Deans Marsh is a town in Victoria, Australia, located  inland from Lorne.  At the 2016 census, Deans Marsh had a population of 269. Deans Marsh is part of the Otway Harvest Trail, with the Pennyroyal Raspberry Farm and the Gentle Annie Berry Gardens nearby. There are three wineries in the area - Blakes Estate, Dinny Goonan and Gosling Creek. Also located in Deans Marsh is Yan Yan Gurt West, a sheep farm known for its 1880s woolshed and innovative practices in regenerative agriculture and agroforestry.

History
Deans Marsh Post Office opened on 3 November 1866.

The Forrest railway line, which branched from the Warrnambool line at Birregurra, was opened to Deans Marsh on 19 December 1889, and was extended to Forrest on 5 June 1891. The line was closed on 4 March 1957.

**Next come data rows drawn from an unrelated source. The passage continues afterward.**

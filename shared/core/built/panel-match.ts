import type { BuiltPart } from './as-built.ts';

/** One half as it is, or as forecast. */
export interface HalfAccount {
  /** g */
  mass: number;
  /** standard uncertainty of the mass, g */
  u: number;
  /** g·mm about the root rib, and about the roll axis; both outward */
  aboutRoot: number;
  aboutRoll: number;
}

/** A part of the heavier half, and what would have to come off it. g */
export interface Sanding {
  line: string;
  name: string;
  takeOff: number;
  /** of the part's mass, 0–1 */
  share: number;
}

/** Both halves against each other. */
export interface PanelMatch {
  port: HalfAccount;
  starboard: HalfAccount;
  /** half that pulls down in roll; null where neither does */
  heavy: 'port' | 'starboard' | null;
  /** differences, g and g·mm, never below 0 */
  byMass: number;
  byRoll: number;
  /** what is known of the halves cannot tell them apart: within two standard uncertainties */
  matched: boolean;
  /** weight at the light tip that levels them, g; null without a tip to put it at */
  tipWeight: number | null;
  /** what sanding would do instead, least share first; only parts that have enough to give */
  sanding: Sanding[];
}

/** More than this share of a part cannot be sanded off it (common practice, no source). */
const SANDABLE = 0.15;

/**
 * Mass and moments of port and starboard parts, and what levels them: tip weight b = Δ(m·y)/y, or wood off the
 * heavier half, Δ(m·y)/yᵢ at each part. `root` and `tip` are mm from the plane of symmetry; `uOf` is each half's
 * standard uncertainty, g.
 * @example matchPanels([{ ...EXAMPLE_PORT, mass: 12 }, EXAMPLE_STARBOARD], { root: 0, tip: 500, uOf: { port: 0.05, starboard: 0.05 } }).tipWeight // → 1
 */
export function matchPanels(
  parts: readonly BuiltPart[],
  { root, tip, uOf }: { root: number; tip: number; uOf: { port: number; starboard: number } },
): PanelMatch {
  const half = (side: 'port' | 'starboard'): HalfAccount => {
    const own = parts.filter((part) => part.side === side);
    const sum = (of: (part: BuiltPart) => number) => own.reduce((total, part) => total + of(part), 0);
    return {
      mass: sum(({ mass }) => mass),
      u: uOf[side],
      aboutRoot: sum(({ mass, at }) => mass * (Math.abs(at[1]) - root)),
      aboutRoll: sum(({ mass, at }) => mass * Math.abs(at[1])),
    };
  };
  const [port, starboard] = [half('port'), half('starboard')];
  const roll = port.aboutRoll - starboard.aboutRoll;
  const byMass = Math.abs(port.mass - starboard.mass);
  const u = Math.hypot(port.u, starboard.u);
  // The doubt of a half's mass is taken to lie where the half's mass lies.
  const arm = (side: HalfAccount) => (side.mass > 0 ? side.aboutRoll / side.mass : 0);
  const uRoll = Math.hypot(port.u * arm(port), starboard.u * arm(starboard));
  const heavy = roll === 0 ? null : roll > 0 ? 'port' : 'starboard';
  return {
    port,
    starboard,
    heavy,
    byMass,
    byRoll: Math.abs(roll),
    matched: byMass <= 2 * u && Math.abs(roll) <= 2 * uRoll,
    tipWeight: tip > 0 ? Math.abs(roll) / tip : null,
    sanding: heavy === null ? [] : sandingOf(parts, heavy, Math.abs(roll)),
  };
}

function sandingOf(parts: readonly BuiltPart[], heavy: 'port' | 'starboard', roll: number): Sanding[] {
  return parts
    .filter(({ side, mass, at, material }) => side === heavy && material !== null && mass > 0 && at[1] !== 0)
    .map(({ line, name, mass, at }) => {
      const takeOff = roll / Math.abs(at[1]);
      return { line, name, takeOff, share: takeOff / mass };
    })
    .filter(({ share }) => share <= SANDABLE)
    .sort((a, b) => a.share - b.share);
}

On Ash Wednesday 1983, a fire started at Deans Marsh, which spread rapidly, becoming a huge blaze which razed a considerable area of the Victoria's Surfcoast, destroying a large number of houses in Barwon Downs, Lorne, Fairhaven, Aireys Inlet, and Anglesea, and resulted in the deaths of three people.

Notable people
Deans Marsh is the birthplace of the renowned Wagnerian soprano Marjorie Lawrence (1907–1979).